* [Exercise description]:
Nothing but the data, repeated exactly, belongs in the answer.

(Input material)

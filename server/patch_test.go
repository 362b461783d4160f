package main

import (
	"encoding/json"
	"errors"
	"fmt"
	"net/http"
	"strings"
	"testing"

	"lanternbook/calc"
)

// editCase is a patch on a small document and what it makes of it.
type editCase struct {
	name            string
	document, patch string
	want            string
}

func TestPatchesTouchOnlyWhatTheyName(t *testing.T) {
	for _, c := range []editCase{
		{"replace", `{"a":1.50,"b":2e-3}`, `[{"op":"replace","path":"/a","value":7}]`, `{"a":7,"b":2e-3}`},
		{"order of keys stays", `{"z":1,"a":2,"m":3}`, `[{"op":"replace","path":"/a","value":5}]`, `{"z":1,"a":5,"m":3}`},
		{"long numbers stay", `{"a":0.1000000000000000055511151231257827,"b":1}`, `[{"op":"remove","path":"/b"}]`, `{"a":0.1000000000000000055511151231257827}`},
		{"signs of markup stay", `{"a":"<Ω&>","b":1}`, `[{"op":"add","path":"/b","value":"&"}]`, `{"a":"<Ω&>","b":"&"}`},
		{"append", `{"a":[1,2]}`, `[{"op":"add","path":"/a/-","value":3}]`, `{"a":[1,2,3]}`},
		{"key with a slash and a tilde", `{"a/b":1,"m~n":2}`, `[{"op":"replace","path":"/a~1b","value":3},{"op":"remove","path":"/m~0n"}]`, `{"a/b":3}`},
		{"move", `{"a":[1,2,3]}`, `[{"op":"move","from":"/a/2","path":"/a/0"}]`, `{"a":[3,1,2]}`},
		{"copy", `{"a":{"b":1.0}}`, `[{"op":"copy","from":"/a","path":"/c"}]`, `{"a":{"b":1.0},"c":{"b":1.0}}`},
		{"test for an object", `{"a":{"x":[1,"y",true,null],"z":2.50}}`, `[{"op":"test","path":"","value":{"a":{"z":2.5,"x":[1e0,"y",true,null]}}}]`, `{"a":{"x":[1,"y",true,null],"z":2.50}}`},
		{"test after a change", `{"a":1}`, `[{"op":"replace","path":"/a","value":2},{"op":"test","path":"/a","value":2},{"op":"remove","path":"/a"}]`, `{}`},
		{"test that holds", `{"a":1}`, `[{"op":"test","path":"/a","value":1.0},{"op":"add","path":"/b","value":null}]`, `{"a":1,"b":null}`},
	} {
		got, err := applyPatch([]byte(c.document), []byte(c.patch))
		if err != nil || string(got) != c.want {
			t.Errorf("%s: %s, %v; want %s", c.name, got, err, c.want)
		}
	}
}

// misfitCase is a patch that does not fit the document {"a":[1,2],"n":null}.
type misfitCase struct {
	name, patch, at string
}

func TestPatchesThatDoNotFitNameThePlace(t *testing.T) {
	document := []byte(`{"a":[1,2],"n":null}`)
	for _, c := range []misfitCase{
		{"index beyond the end", `[{"op":"add","path":"/a/9","value":1}]`, "/a/9"},
		{"index far beyond the end", `[{"op":"add","path":"/a/1000000000","value":1}]`, "/a/1000000000"},
		{"negative index", `[{"op":"add","path":"/a/-1","value":1}]`, "/a/-1"},
		{"index that is no number", `[{"op":"remove","path":"/a/x"}]`, "/a/x"},
		{"parent missing", `[{"op":"add","path":"/b/c","value":1}]`, "/b/c"},
		{"inside a number", `[{"op":"add","path":"/a/0/c","value":1}]`, "/a/0/c"},
		{"inside null", `[{"op":"add","path":"/n/c","value":1}]`, "/n/c"},
		{"removed before", `[{"op":"remove","path":"/n"},{"op":"remove","path":"/n"}]`, "/n"},
		{"move into itself", `[{"op":"move","from":"/a","path":"/a/0"}]`, "/a/0"},
		{"copy from nowhere", `[{"op":"copy","from":"/x","path":"/y"}]`, "/y"},
	} {
		_, err := applyPatch(document, []byte(c.patch))
		var invalid calc.Invalid
		if !errors.As(err, &invalid) || len(invalid) != 1 || invalid[0].At != c.at || invalid[0].Reason == "" {
			t.Errorf("%s: %#v, want one fault at %s", c.name, err, c.at)
		}
	}
}

func TestTestsThatDoNotHold(t *testing.T) {
	document := []byte(`{"a":[1,{"b":null}],"n":null,"s":"1","t":true}`)
	for _, test := range []string{
		`"path":"/a/0","value":2`,
		`"path":"/a/0","value":"1"`,
		`"path":"/a/0","value":null`,
		`"path":"/a/00","value":1`,
		`"path":"/a/-","value":1`,
		`"path":"/a/2","value":null`,
		`"path":"/a","value":[1]`,
		`"path":"/a","value":{"0":1}`,
		`"path":"/a/1","value":{}`,
		`"path":"/a/1","value":{"c":null}`,
		`"path":"/a/1","value":[null]`,
		`"path":"/missing","value":null`,
		`"path":"/n/x","value":null`,
		`"path":"/s","value":1`,
		`"path":"/t","value":false`,
		`"path":"/n","value":false`,
	} {
		_, err := applyPatch(document, []byte(`[{"op":"test",`+test+`}]`))
		var told *refusal
		if !errors.As(err, &told) || told.status != http.StatusConflict || len(told.faults) != 1 {
			t.Errorf("%s: %v, want a conflict", test, err)
		}
	}
}

func TestPatchesHaveLimits(t *testing.T) {
	doubling := `[{"op":"add","path":"/a","value":{"x":"` + strings.Repeat("x", 1<<20) + `"}}`
	for i := range 12 {
		doubling += fmt.Sprintf(`,{"op":"copy","from":"/a","path":"/a/c%d"}`, i)
	}
	_, err := applyPatch([]byte(`{}`), []byte(doubling+`]`))
	var invalid calc.Invalid
	if !errors.As(err, &invalid) || !strings.Contains(invalid.Error(), "copies too much") {
		t.Errorf("doubling twelve times: %.200v", err)
	}

	large := []byte(`{"a":"` + strings.Repeat("x", apiBody/2) + `"}`)
	_, err = applyPatch(large, []byte(`[{"op":"copy","from":"/a","path":"/b"}]`))
	var told *refusal
	if !errors.As(err, &told) || told.status != http.StatusRequestEntityTooLarge {
		t.Errorf("a document beyond 8 MiB: %.200v", err)
	}

	many := `[` + strings.Repeat(`{"op":"test","path":"","value":{}},`, maxOperations) + `{"op":"test","path":"","value":{}}]`
	_, err = applyPatch([]byte(`{}`), []byte(many))
	if !errors.As(err, &told) || told.status != http.StatusBadRequest {
		t.Errorf("%d operations: %.200v", maxOperations+1, err)
	}
}

// FuzzApplyPatch: whatever is sent, there is no panic, and what comes out is
// JSON.
func FuzzApplyPatch(f *testing.F) {
	for _, patch := range []string{
		`[]`, `[null]`, `[{}]`, `[{"op":null,"path":null}]`,
		`[{"op":"add","path":"","value":null}]`, `[{"op":"replace","path":"","value":3}]`, `[{"op":"replace","path":"","value":null}]`,
		`[{"op":"remove","path":""}]`, `[{"op":"test","path":"/n","value":null}]`, `[{"op":"test","path":"/a","value":null}]`,
		`[{"op":"move","from":"","path":"/a"}]`, `[{"op":"copy","from":"/n","path":"/m"},{"op":"add","path":"/m/x","value":1}]`,
		`[{"op":"add","path":"/n","value":null},{"op":"replace","path":"/n/x","value":1}]`, `[{"op":"test","path":"","value":null}]`,
		`[{"op":"add","path":"/a/-","value":[]},{"op":"move","from":"/a/2","path":"/n"}]`, `[{"op":"copy","from":"/a/-","path":"/x"}]`,
	} {
		f.Add(`{"a":[1,{"b":"c"}],"n":null}`, patch)
	}
	f.Add(`[1,2]`, `[{"op":"remove","path":"/0"}]`)
	f.Fuzz(func(t *testing.T, document, patch string) {
		if !json.Valid([]byte(document)) {
			t.Skip()
		}
		got, err := applyPatch([]byte(document), []byte(patch))
		if err == nil && !json.Valid(got) {
			t.Errorf("%s on %s makes %s", patch, document, got)
		}
	})
}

(End Input material)

* [Exercise output]:
filename server/patch_test.go
repository 362b461783d4160f
package main

import (
	"encoding/json"
	"errors"
	"fmt"
	"net/http"
	"strings"
	"testing"

	"lanternbook/calc"
)

// editCase is a patch on a small document and what it makes of it.
type editCase struct {
	name            string
	document, patch string
	want            string
}

func TestPatchesTouchOnlyWhatTheyName(t *testing.T) {
	for _, c := range []editCase{
		{"replace", `{"a":1.50,"b":2e-3}`, `[{"op":"replace","path":"/a","value":7}]`, `{"a":7,"b":2e-3}`},
		{"order of keys stays", `{"z":1,"a":2,"m":3}`, `[{"op":"replace","path":"/a","value":5}]`, `{"z":1,"a":5,"m":3}`},
		{"long numbers stay", `{"a":0.1000000000000000055511151231257827,"b":1}`, `[{"op":"remove","path":"/b"}]`, `{"a":0.1000000000000000055511151231257827}`},
		{"signs of markup stay", `{"a":"<Ω&>","b":1}`, `[{"op":"add","path":"/b","value":"&"}]`, `{"a":"<Ω&>","b":"&"}`},
		{"append", `{"a":[1,2]}`, `[{"op":"add","path":"/a/-","value":3}]`, `{"a":[1,2,3]}`},
		{"key with a slash and a tilde", `{"a/b":1,"m~n":2}`, `[{"op":"replace","path":"/a~1b","value":3},{"op":"remove","path":"/m~0n"}]`, `{"a/b":3}`},
		{"move", `{"a":[1,2,3]}`, `[{"op":"move","from":"/a/2","path":"/a/0"}]`, `{"a":[3,1,2]}`},
		{"copy", `{"a":{"b":1.0}}`, `[{"op":"copy","from":"/a","path":"/c"}]`, `{"a":{"b":1.0},"c":{"b":1.0}}`},
		{"test for an object", `{"a":{"x":[1,"y",true,null],"z":2.50}}`, `[{"op":"test","path":"","value":{"a":{"z":2.5,"x":[1e0,"y",true,null]}}}]`, `{"a":{"x":[1,"y",true,null],"z":2.50}}`},
		{"test after a change", `{"a":1}`, `[{"op":"replace","path":"/a","value":2},{"op":"test","path":"/a","value":2},{"op":"remove","path":"/a"}]`, `{}`},
		{"test that holds", `{"a":1}`, `[{"op":"test","path":"/a","value":1.0},{"op":"add","path":"/b","value":null}]`, `{"a":1,"b":null}`},
	} {
		got, err := applyPatch([]byte(c.document), []byte(c.patch))
		if err != nil || string(got) != c.want {
			t.Errorf("%s: %s, %v; want %s", c.name, got, err, c.want)
		}
	}
}

// misfitCase is a patch that does not fit the document {"a":[1,2],"n":null}.
type misfitCase struct {
	name, patch, at string
}

func TestPatchesThatDoNotFitNameThePlace(t *testing.T) {
	document := []byte(`{"a":[1,2],"n":null}`)
	for _, c := range []misfitCase{
		{"index beyond the end", `[{"op":"add","path":"/a/9","value":1}]`, "/a/9"},
		{"index far beyond the end", `[{"op":"add","path":"/a/1000000000","value":1}]`, "/a/1000000000"},
		{"negative index", `[{"op":"add","path":"/a/-1","value":1}]`, "/a/-1"},
		{"index that is no number", `[{"op":"remove","path":"/a/x"}]`, "/a/x"},
		{"parent missing", `[{"op":"add","path":"/b/c","value":1}]`, "/b/c"},
		{"inside a number", `[{"op":"add","path":"/a/0/c","value":1}]`, "/a/0/c"},
		{"inside null", `[{"op":"add","path":"/n/c","value":1}]`, "/n/c"},
		{"removed before", `[{"op":"remove","path":"/n"},{"op":"remove","path":"/n"}]`, "/n"},
		{"move into itself", `[{"op":"move","from":"/a","path":"/a/0"}]`, "/a/0"},
		{"copy from nowhere", `[{"op":"copy","from":"/x","path":"/y"}]`, "/y"},
	} {
		_, err := applyPatch(document, []byte(c.patch))
		var invalid calc.Invalid
		if !errors.As(err, &invalid) || len(invalid) != 1 || invalid[0].At != c.at || invalid[0].Reason == "" {
			t.Errorf("%s: %#v, want one fault at %s", c.name, err, c.at)
		}
	}
}

func TestTestsThatDoNotHold(t *testing.T) {
	document := []byte(`{"a":[1,{"b":null}],"n":null,"s":"1","t":true}`)
	for _, test := range []string{
		`"path":"/a/0","value":2`,
		`"path":"/a/0","value":"1"`,
		`"path":"/a/0","value":null`,
		`"path":"/a/00","value":1`,
		`"path":"/a/-","value":1`,
		`"path":"/a/2","value":null`,
		`"path":"/a","value":[1]`,
		`"path":"/a","value":{"0":1}`,
		`"path":"/a/1","value":{}`,
		`"path":"/a/1","value":{"c":null}`,
		`"path":"/a/1","value":[null]`,
		`"path":"/missing","value":null`,
		`"path":"/n/x","value":null`,
		`"path":"/s","value":1`,
		`"path":"/t","value":false`,
		`"path":"/n","value":false`,
	} {
		_, err := applyPatch(document, []byte(`[{"op":"test",`+test+`}]`))
		var told *refusal
		if !errors.As(err, &told) || told.status != http.StatusConflict || len(told.faults) != 1 {
			t.Errorf("%s: %v, want a conflict", test, err)
		}
	}
}

func TestPatchesHaveLimits(t *testing.T) {
	doubling := `[{"op":"add","path":"/a","value":{"x":"` + strings.Repeat("x", 1<<20) + `"}}`
	for i := range 12 {
		doubling += fmt.Sprintf(`,{"op":"copy","from":"/a","path":"/a/c%d"}`, i)
	}
	_, err := applyPatch([]byte(`{}`), []byte(doubling+`]`))
	var invalid calc.Invalid
	if !errors.As(err, &invalid) || !strings.Contains(invalid.Error(), "copies too much") {
		t.Errorf("doubling twelve times: %.200v", err)
	}

	large := []byte(`{"a":"` + strings.Repeat("x", apiBody/2) + `"}`)
	_, err = applyPatch(large, []byte(`[{"op":"copy","from":"/a","path":"/b"}]`))
	var told *refusal
	if !errors.As(err, &told) || told.status != http.StatusRequestEntityTooLarge {
		t.Errorf("a document beyond 8 MiB: %.200v", err)
	}

	many := `[` + strings.Repeat(`{"op":"test","path":"","value":{}},`, maxOperations) + `{"op":"test","path":"","value":{}}]`
	_, err = applyPatch([]byte(`{}`), []byte(many))
	if !errors.As(err, &told) || told.status != http.StatusBadRequest {
		t.Errorf("%d operations: %.200v", maxOperations+1, err)
	}
}

// FuzzApplyPatch: whatever is sent, there is no panic, and what comes out is
// JSON.
func FuzzApplyPatch(f *testing.F) {
	for _, patch := range []string{
		`[]`, `[null]`, `[{}]`, `[{"op":null,"path":null}]`,
		`[{"op":"add","path":"","value":null}]`, `[{"op":"replace","path":"","value":3}]`, `[{"op":"replace","path":"","value":null}]`,
		`[{"op":"remove","path":""}]`, `[{"op":"test","path":"/n","value":null}]`, `[{"op":"test","path":"/a","value":null}]`,
		`[{"op":"move","from":"","path":"/a"}]`, `[{"op":"copy","from":"/n","path":"/m"},{"op":"add","path":"/m/x","value":1}]`,
		`[{"op":"add","path":"/n","value":null},{"op":"replace","path":"/n/x","value":1}]`, `[{"op":"test","path":"","value":null}]`,
		`[{"op":"add","path":"/a/-","value":[]},{"op":"move","from":"/a/2","path":"/n"}]`, `[{"op":"copy","from":"/a/-","path":"/x"}]`,
	} {
		f.Add(`{"a":[1,{"b":"c"}],"n":null}`, patch)
	}
	f.Add(`[1,2]`, `[{"op":"remove","path":"/0"}]`)
	f.Fuzz(func(t *testing.T, document, patch string) {
		if !json.Valid([]byte(document)) {
			t.Skip()
		}
		got, err := applyPatch([]byte(document), []byte(patch))
		if err == nil && !json.Valid(got) {
			t.Errorf("%s on %s makes %s", patch, document, got)
		}
	})
}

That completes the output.